四元主份低熔點合金製作及性質

Quaternary Alloy with Four Principal Elements- Fabrication and Property

本研究針對兩種低熔點四主份合金系統──AlBiSnZn（ABSZ）與BiInSnZn（BISZ）進行合金設計、製備與性質分析，探討其於低溫電子接合應用之潛力。透過差示掃描量熱分析（DSC）、場發射掃描式電子顯微鏡（FE-SEM）、X光繞射（XRD）與拉伸測試等方法，系統性評估其熔點行為、微觀組織與機械性質。結果顯示，兩者皆未形成高熵合金中常見之單一固溶體結構，而為多相組織。雖然多相結構有助於提升硬度與熱穩定性，惟兩合金皆呈現明顯脆性，延展率僅為3–5%。值得注意的是，ABSZ雖含高熔點元素鋁，其合金熔點仍低至128°C，顯示鋁對熔融行為影響有限；而BISZ則展現合理低熔點與穩定多相結構。整體而言，低熔點複雜合金於形成單相高熵組織上具挑戰性，需進一步透過成分設計與組織控制策略進行優化。

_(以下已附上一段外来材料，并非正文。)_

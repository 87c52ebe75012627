import { DESIGN_VERSION } from '@/simulation';
import type { Design } from '../state/types';

// The example set-up lives with the engine (one source for the studio, the engine's tests and the CLI).
export { exampleDesign } from '@/simulation';

/** An empty enclosure with only a mesh lid, for "start from scratch". */
export function emptyDesign(width = 120, height = 60, depth = 60): Design {
  return {
    format: 'baskwell.design',
    version: DESIGN_VERSION,
    enclosure: { width, height, depth, roomTempC: 24 },
    objects: [{ type: 'screen', id: 'lid', x1: 0, y1: height, x2: width, y2: height }],
  };
}
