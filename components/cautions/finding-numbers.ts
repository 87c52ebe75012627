import type { Finding } from '@/simulation';
import type { SheetField, SpeciesSource } from '@/lib/species/schema';

/** Labels and units for the numbers behind each finding (the engine's keys). */
const LABELS: Record<string, { label: string; unit: string; decimals: number; temp?: boolean }> = {
  maxUvi: { label: 'Highest UV Index reached', unit: '', decimals: 1 },
  meanUvi: { label: 'Mean UV Index on the basking surface', unit: '', decimals: 1 },
  reachableMeanUvi: { label: 'Mean UV Index over reachable surfaces', unit: '', decimals: 2 },
  zoneMaxLo: { label: 'Zone basking range, from', unit: 'UVI', decimals: 1 },
  zoneMaxHi: { label: 'Zone basking range, to', unit: 'UVI', decimals: 1 },
  zoneMeanLo: { label: 'Zone mean range, from', unit: 'UVI', decimals: 1 },
  zoneMeanHi: { label: 'Zone mean range, to', unit: 'UVI', decimals: 1 },
  maxUvb: { label: 'UVB at the basking spot', unit: 'µW/cm²', decimals: 0 },
  refugeCm: { label: 'Reachable surface below the refuge level', unit: 'cm', decimals: 0 },
  refugeShare: { label: 'Share of reachable surface in UV-free shade', unit: '%', decimals: 0 },
  thresholdUvi: { label: 'UV-free below', unit: 'UVI', decimals: 1 },
  hotC: { label: 'Hottest reachable surface', unit: '°C', decimals: 1, temp: true },
  coolC: { label: 'Coolest reachable surface', unit: '°C', decimals: 1, temp: true },
  roomC: { label: 'Room temperature', unit: '°C', decimals: 1, temp: true },
  nightMinC: { label: 'Night minimum on the sheet', unit: '°C', decimals: 1, temp: true },
  reachCm: { label: 'Out-of-reach distance', unit: 'cm', decimals: 0 },
  eyeCm: { label: 'Eye-safety distance', unit: 'cm', decimals: 0 },
  closestCm: { label: 'Closest unguarded distance', unit: 'cm', decimals: 0 },
  lamps: { label: 'Lamps concerned', unit: '', decimals: 0 },
};

/** Range pairs shown as one line ("22–28 °C"). */
const PAIRS: [string, string, string, string][] = [
  ['targetLo', 'targetHi', 'Target on the species sheet', ''],
  ['zoneMaxLo', 'zoneMaxHi', 'Zone basking range', 'UVI'],
  ['zoneMeanLo', 'zoneMeanHi', 'Zone mean range', 'UVI'],
];

export type NumberLine = { key: string; label: string; value: string };

const fmt = (v: number, d: number) => (Math.round(v * 10 ** d) / 10 ** d).toString();

/** The numbers of a finding as labelled lines, ranges joined, in the engine's units. */
export function numberLines(f: Finding): NumberLine[] {
  const n = f.numbers;
  const used = new Set<string>(['zone']);
  const out: NumberLine[] = [];
  const targetUnit =
    f.id === 'basking-uvb' ? 'µW/cm²' : f.id === 'hot-spot' || f.id === 'cool-end' ? '°C' : '';
  for (const [lo, hi, label, unit] of PAIRS) {
    if (n[lo] === undefined || n[hi] === undefined) continue;
    used.add(lo).add(hi);
    const u = unit || targetUnit;
    out.push({ key: lo, label, value: `${fmt(n[lo]!, 1)}–${fmt(n[hi]!, 1)}${u ? ` ${u}` : ''}` });
  }
  for (const [key, v] of Object.entries(n)) {
    if (used.has(key)) continue;
    const meta = LABELS[key] ?? { label: key, unit: '', decimals: 2 };
    const value = meta.unit === '%' ? v * 100 : v;
    out.unshift({
      key,
      label: meta.label,
      value: `${fmt(value, meta.decimals)}${meta.unit ? ` ${meta.unit}` : ''}`,
    });
  }
  return out;
}

/** Which species-sheet figure a finding checks against. */
export const FINDING_SHEET_FIELD: Record<string, SheetField> = {
  'basking-uvi': 'uvZone',
  'uv-gradient': 'uvZone',
  'basking-uvb': 'uvbTargetUw',
  'hot-spot': 'baskingSurfaceC',
  'cool-end': 'coolAirC',
  'night-minimum': 'nightMinC',
};

/** The sheet's sources for the figure a finding is checked against. */
export function sourcesFor(findingId: string, sources: SpeciesSource[]): SpeciesSource[] {
  const field = FINDING_SHEET_FIELD[findingId];
  return field ? sources.filter((s) => s.covers.includes(field)) : [];
}
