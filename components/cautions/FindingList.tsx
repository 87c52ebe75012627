import type { Assessment, FindingStatus } from '@/simulation';
import type { SpeciesSource } from '@/lib/species/schema';
import { FINDING_STATUS, worstFirst } from '@/shared/finding-status';
import { numberLines, sourcesFor } from './finding-numbers';

const BADGE: Record<FindingStatus, string> = {
  pass: 'bg-moss-100 text-moss-800 border-moss-300',
  attention: 'bg-sand-100 text-sand-900 border-sand-300',
  fail: 'bg-ember-100 text-ember-800 border-ember-300',
};

/**
 * An assessment, one finding a row: status, the plain-language explanation, the numbers behind it, and
 * where the species sheet's figure it was checked against comes from. Server- and client-safe.
 */
export function FindingList({
  assessment,
  sources = [],
  speciesName,
  title = `Species check${speciesName ? `: ${speciesName}` : ''}`,
  lead,
}: {
  assessment: Pick<Assessment, 'findings' | 'overall'>;
  sources?: SpeciesSource[];
  speciesName?: string;
  title?: string;
  /** A sentence under the heading (what was checked against what). */
  lead?: string;
}) {
  return (
    <section aria-label={title} className="space-y-3">
      <div className="flex flex-wrap items-center gap-2">
        <h2 className="text-lead font-semibold text-basalt-900">{title}</h2>
        <StatusBadge status={assessment.overall} />
      </div>
      {lead && <p className="text-body text-basalt-700">{lead}</p>}
      <ul className="space-y-2">
        {worstFirst(assessment.findings).map((f) => {
          const from = sourcesFor(f.id, sources);
          return (
            <li key={f.id} className="rounded-md border border-basalt-200 bg-white px-4 py-3">
              <div className="flex flex-wrap items-center gap-2">
                <StatusBadge status={f.status} />
                <h3 className="font-semibold text-basalt-900">{f.title}</h3>
              </div>
              <p className="mt-1 text-body text-basalt-800">{f.message}</p>
              <details className="mt-1 text-caption text-basalt-600">
                <summary className="cursor-pointer select-none">The numbers behind this</summary>
                <dl className="mt-1 grid grid-cols-[auto_1fr] gap-x-4 gap-y-0.5">
                  {numberLines(f).map((l) => (
                    <div key={l.key} className="contents">
                      <dt>{l.label}</dt>
                      <dd className="tabular-nums text-basalt-800">{l.value}</dd>
                    </div>
                  ))}
                </dl>
                {from.length > 0 && (
                  <p className="mt-1">
                    Species figure from: {from.map((s) => `${s.citation} (${s.confidence})`).join('; ')}
                  </p>
                )}
              </details>
            </li>
          );
        })}
      </ul>
      <p className="text-caption text-basalt-500">
        Every figure is an estimate from a model: verify it with a UV meter and a thermometer in the real
        enclosure.
      </p>
    </section>
  );
}

export function StatusBadge({ status }: { status: FindingStatus }) {
  const s = FINDING_STATUS[status];
  return (
    <span
      className={`inline-flex items-center gap-1 rounded border px-1.5 text-caption font-semibold ${BADGE[status]}`}
    >
      <span aria-hidden="true">{s.mark}</span>
      {s.word}
    </span>
  );
}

This study focuses on the design, fabrication, and property evaluation of two low-melting quaternary principal alloy systems—AlBiSnZn (ABSZ) and BiInSnZn (BISZ)—to explore their potential for low-temperature electronic joining applications. Differential scanning calorimetry (DSC), field-emission scanning electron microscopy (FE-SEM), X-ray diffraction (XRD), and tensile testing were employed to systematically investigate their melting behavior, microstructures, and mechanical properties. The results indicate that both alloys exhibit multiphase structures rather than the single-phase solid solutions typically observed in high-entropy alloys. While the multiphase nature contributes to enhanced hardness and thermal stability, both ABSZ and BISZ show pronounced brittleness, with tensile elongation limited to only 3–5%. Notably, despite the presence of high-melting-point aluminum in ABSZ, the alloy's melting point remains as low as 128°C, suggesting limited influence from aluminum on melting behavior. BISZ, on the other hand, demonstrates a favorable low melting point and a stable multiphase structure. Overall, the formation of single-phase high-entropy-like structures in low-melting alloys remains challenging, highlighting the need for further optimization through compositional design and microstructural control strategies.